Ingredients
- Guanciale Cured pork jowl, what you'd use in Roman pasta dishes if you could pick. Soft fat, deep flavour, renders into something almost buttery.
- Pancetta Cured pork belly, the everyday cured pork most Italian households reach for. Leaner than guanciale, lighter in flavour.
- Pecorino Romano DOP Aged sheep's milk cheese, salty and sharp. The cheese for Roman pasta dishes and a fair bit beyond.
- Parmigiano Reggiano Aged cow's milk cheese from Emilia-Romagna. Sweeter and nuttier than pecorino, the everyday grating cheese in most of Italy.
- San Marzano Tomatoes A long, plum-shaped tomato grown in the volcanic soil south of Vesuvius. Sweet, low-acid, and dense enough that it holds its shape in a sauce.
- Carnaroli Rice An Italian short-grain rice, harder-shelled than Arborio. Holds its bite through a long stir and absorbs stock well without going to mush.
- Porcini A wild mushroom with a dense, meaty texture and a deep savoury flavour. Fresh in autumn, dried (and powerfully concentrated) the rest of the year.
- Mascarpone A soft, very fatty fresh cheese from cream and a touch of acid. The body of tiramisù and a fair number of pastry creams.

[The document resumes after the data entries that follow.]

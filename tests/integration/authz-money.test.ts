// Authorization where the money data is read: each page, handler and action checks its own
// permission (the money layout is only a courtesy, and an RSC request can render a page
// without it). A plain member gets the not-found page and none of the data; they read their own
// account; another member's account or statement is answered exactly like a missing one.
import { eq } from "drizzle-orm";
import { beforeAll, describe, expect, it } from "vitest";
import { GET as journalApi } from "@/app/api/clubs/[club]/money/journal/route";
import { GET as reconciliationApi } from "@/app/api/clubs/[club]/money/reconciliation/[statementId]/route";
import { GET as statementPdf } from "@/app/api/clubs/[club]/statements/[userId]/[month]/route";
import MyAccountPage from "@/app/clubs/[club]/account/page";
import MyStatementPage from "@/app/clubs/[club]/account/statements/[month]/page";
import AgeingPage from "@/app/clubs/[club]/money/ageing/page";
import BalancesPage from "@/app/clubs/[club]/money/balances/page";
import BillingPage from "@/app/clubs/[club]/money/billing/page";
import JournalPage from "@/app/clubs/[club]/money/journal/page";
import MoneyLayout from "@/app/clubs/[club]/money/layout";
import MemberAccountPage from "@/app/clubs/[club]/money/members/[userId]/page";
import MemberStatementPage from "@/app/clubs/[club]/money/members/[userId]/statements/[month]/page";
import MoneyOverview from "@/app/clubs/[club]/money/page";
import PaymentsPage from "@/app/clubs/[club]/money/payments/page";
import RatesPage from "@/app/clubs/[club]/money/rates/page";
import ReconciliationPage from "@/app/clubs/[club]/money/reconciliation/page";
import StatementWorkspacePage from "@/app/clubs/[club]/money/reconciliation/[statementId]/page";
import ChartPage from "@/app/clubs/[club]/money/accounts/page";
import BillsPage from "@/app/clubs/[club]/money/bills/page";
import MeterGapsPage from "@/app/clubs/[club]/money/meter-gaps/page";
import BalanceSheetPage from "@/app/clubs/[club]/money/reports/balance-sheet/page";
import ProfitAndLossPage from "@/app/clubs/[club]/money/reports/profit-and-loss/page";
import { bankStatements, emailOutbox, users } from "@/db/schema";
import { emailStatement } from "@/lib/actions/money/email-statement";
import { postAdjustment } from "@/lib/actions/money/post-adjustment";
import { recordManualPayment } from "@/lib/actions/money/record-manual-payment";
import { clubToday } from "@/lib/money/settings";
import { withClub } from "@/lib/server/api";
import { authorizePage } from "@/lib/server/authorize";
import { ConditionalSubjectError } from "@/permissions";
import { params, treeText } from "./authz-helpers";
import { seedScenario } from "./bookings-helpers";
import { EMPTY, clubBySlug, db, form, signInAs } from "./helpers";

const CLUB = "reedwater";
const MEMBER = "member@hangarline.test"; // Rowan Pike, plain member
const uid = (email: string) => db().select().from(users).where(eq(users.email, email)).get()!.id;
const nameOf = (email: string) => db().select().from(users).where(eq(users.email, email)).get()!.name!;
const month = () => clubToday(clubBySlug(CLUB)).slice(0, 7);
const slug = { club: CLUB };
let statementId = "";

// Every page a plain member must not open, with the params it takes.
const moneyPages = (): [string, () => Promise<unknown>][] => [
  ["money overview", () => MoneyOverview(params(slug))],
  ["journal", () => JournalPage(params(slug))],
  ["balances", () => BalancesPage(params(slug))],
  ["billing", () => BillingPage(params(slug))],
  ["ageing", () => AgeingPage(params(slug))],
  ["payments", () => PaymentsPage(params(slug))],
  ["rates", () => RatesPage(params(slug))],
  ["reconciliation", () => ReconciliationPage(params(slug))],
  ["reconciliation statement", () => StatementWorkspacePage(params({ club: CLUB, statementId }))],
  ["chart of accounts", () => ChartPage(params(slug))],
  ["bills", () => BillsPage(params(slug))],
  ["meter gaps", () => MeterGapsPage(params(slug))],
  ["profit and loss", () => ProfitAndLossPage({ ...params(slug), searchParams: Promise.resolve({ from: "2026-01-01", to: "2026-12-31" }) })],
  ["balance sheet", () => BalanceSheetPage({ ...params(slug), searchParams: Promise.resolve({ asOf: "2026-12-31" }) })],
  ["another member's account", () => MemberAccountPage(params({ club: CLUB, userId: uid("pilot2@hangarline.test") }))],
  ["another member's statement", () => MemberStatementPage(params({ club: CLUB, userId: uid("pilot2@hangarline.test"), month: month() }))],
];

beforeAll(async () => {
  await seedScenario();
  statementId = db().select().from(bankStatements).where(eq(bankStatements.clubId, clubBySlug(CLUB).id)).get()?.id ?? "no-statement";
});

describe("money pages check their own permission", () => {
  it("a plain member gets the not-found page from every money page, without its layout", async () => {
    signInAs(MEMBER);
    for (const [name, render] of moneyPages()) await expect(render(), name).rejects.toThrow("not found");
    // The layout says the same, as a courtesy.
    await expect(MoneyLayout({ children: null, params: Promise.resolve(slug) })).rejects.toThrow("not found");
  });

  it("maintenance and a mechanic get the not-found page too", async () => {
    for (const who of ["maintenance@hangarline.test", "mechanic@hangarline.test"]) {
      signInAs(who);
      for (const [name, render] of moneyPages()) await expect(render(), `${who} ${name}`).rejects.toThrow("not found");
    }
  });

  it("the treasurer's pages carry every member's balance (the same check lets the right role in)", async () => {
    signInAs("treasurer@hangarline.test");
    const balances = treeText(await BalancesPage(params(slug)));
    expect(balances).toContain(nameOf("pilot2@hangarline.test"));
    expect(balances).toContain(nameOf(MEMBER));
    for (const [name, render] of moneyPages()) {
      if (name === "reconciliation statement" && statementId === "no-statement") continue;
      await expect(render(), name).resolves.toBeTruthy();
    }
  });

  it("a club admin reads the ledger but is given no member list for a posting form it cannot use", async () => {
    signInAs("admin@hangarline.test");
    const text = treeText(await JournalPage(params(slug)));
    expect(text).not.toContain("Charge or credit a member");
    signInAs("treasurer@hangarline.test");
    expect(treeText(await JournalPage(params(slug)))).toContain("Charge or credit a member");
  });
});

describe("a member's own account", () => {
  it("reads their own account and statement, never another member's", async () => {
    signInAs(MEMBER);
    const mine = treeText(await MyAccountPage(params(slug)));
    expect(mine).not.toContain(nameOf("pilot2@hangarline.test"));
    await expect(MyStatementPage(params({ club: CLUB, month: month() }))).resolves.toBeTruthy();
    await expect(MemberAccountPage(params({ club: CLUB, userId: uid(MEMBER) }))).resolves.toBeTruthy();
    await expect(MemberStatementPage(params({ club: CLUB, userId: uid(MEMBER), month: month() }))).resolves.toBeTruthy();
  });

  it("another member's statement PDF is a 404 exactly like a missing member's", async () => {
    signInAs(MEMBER);
    const pdf = async (userId: string) => statementPdf(new Request(`http://app.test/api/clubs/${CLUB}/statements/${userId}/${month()}`), params({ club: CLUB, userId, month: month() }));
    const own = await pdf(uid(MEMBER));
    expect(own.status).toBe(200);
    expect(own.headers.get("content-type")).toBe("application/pdf");
    const other = await pdf(uid("pilot2@hangarline.test"));
    const missing = await pdf("no-such-user");
    expect(other.status).toBe(404);
    expect(missing.status).toBe(404);
    expect(await other.text()).toBe(await missing.text());
  });

  it("actions: a member cannot e-mail another member's statement, post a charge or record a payment", async () => {
    signInAs(MEMBER);
    const before = db().select().from(emailOutbox).all().length;
    const mailed = await emailStatement(EMPTY, form({ club: CLUB, memberUserId: uid("pilot2@hangarline.test"), month: month() }));
    expect(mailed.ok).toBe(false);
    const charged = await postAdjustment(EMPTY, form({ club: CLUB, memberUserId: uid("pilot2@hangarline.test"), direction: "credit", account: "flight-income", amount: "10.00", date: clubToday(clubBySlug(CLUB)), memo: "test" }));
    expect(charged.ok).toBe(false);
    const paid = await recordManualPayment(EMPTY, form({ club: CLUB, memberUserId: uid(MEMBER), method: "cash", amount: "10.00", receivedOn: clubToday(clubBySlug(CLUB)) }));
    expect(paid.ok).toBe(false);
    expect(db().select().from(emailOutbox).all().length).toBe(before);
  });
});

describe("money handlers", () => {
  it("the journal and a bank statement answer a member without any entries", async () => {
    signInAs(MEMBER);
    const journal = await journalApi(new Request(`http://app.test/api/clubs/${CLUB}/money/journal`), params(slug));
    expect(journal.status).toBe(403);
    const body = (await journal.json()) as Record<string, unknown>;
    expect(body.entries).toBeUndefined();
    expect(JSON.stringify(body)).not.toContain(nameOf("pilot2@hangarline.test"));
    const statement = await reconciliationApi(new Request(`http://app.test/api/clubs/${CLUB}/money/reconciliation/${statementId}`), params({ club: CLUB, statementId }));
    expect([403, 404]).toContain(statement.status);
    expect(JSON.stringify(await statement.json())).not.toMatch(/"lines"/);
  });
});

describe("the helper refuses a type-level question on a conditional subject", () => {
  it("in a page and in a route handler, whoever asks", async () => {
    for (const who of [MEMBER, "treasurer@hangarline.test"]) {
      signInAs(who);
      await expect(authorizePage(CLUB, ["read", "Account"])).rejects.toThrow(ConditionalSubjectError);
      await expect(withClub(CLUB, ["read", "Account"], () => new Response("leaked"))).rejects.toThrow(ConditionalSubjectError);
    }
    signInAs("treasurer@hangarline.test");
    await expect(authorizePage(CLUB, ["read", "Account", "all"])).resolves.toBeTruthy();
    signInAs(MEMBER);
    await expect(authorizePage(CLUB, ["read", "Account", "all"])).rejects.toThrow("not found");
    await expect(authorizePage(CLUB, ["read", "Account", { userId: uid(MEMBER) }])).resolves.toBeTruthy();
    const refused = await withClub(CLUB, ["read", "Account", { userId: uid("pilot2@hangarline.test") }], () => new Response("leaked"));
    expect(refused.status).toBe(404);
  });
});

- Savoiardi Dry, dusty, slightly sweet sponge biscuits. The structural layer of tiramisù and the base of a fair number of cold desserts.
Techniques
- Mantecatura The final step in risotto and a fair few pasta sauces: beating in cold fat and cheese off the heat to bind the dish into something glossy and loose.
- Acqua di Cottura The starchy water pasta cooks in. The hidden ingredient in most Italian pasta sauces. Always scoop some out before draining.
- Soffritto Finely chopped aromatic vegetables (usually onion, carrot, celery) sweated slowly in fat. The flavour base under most Italian braises, ragùs, soups.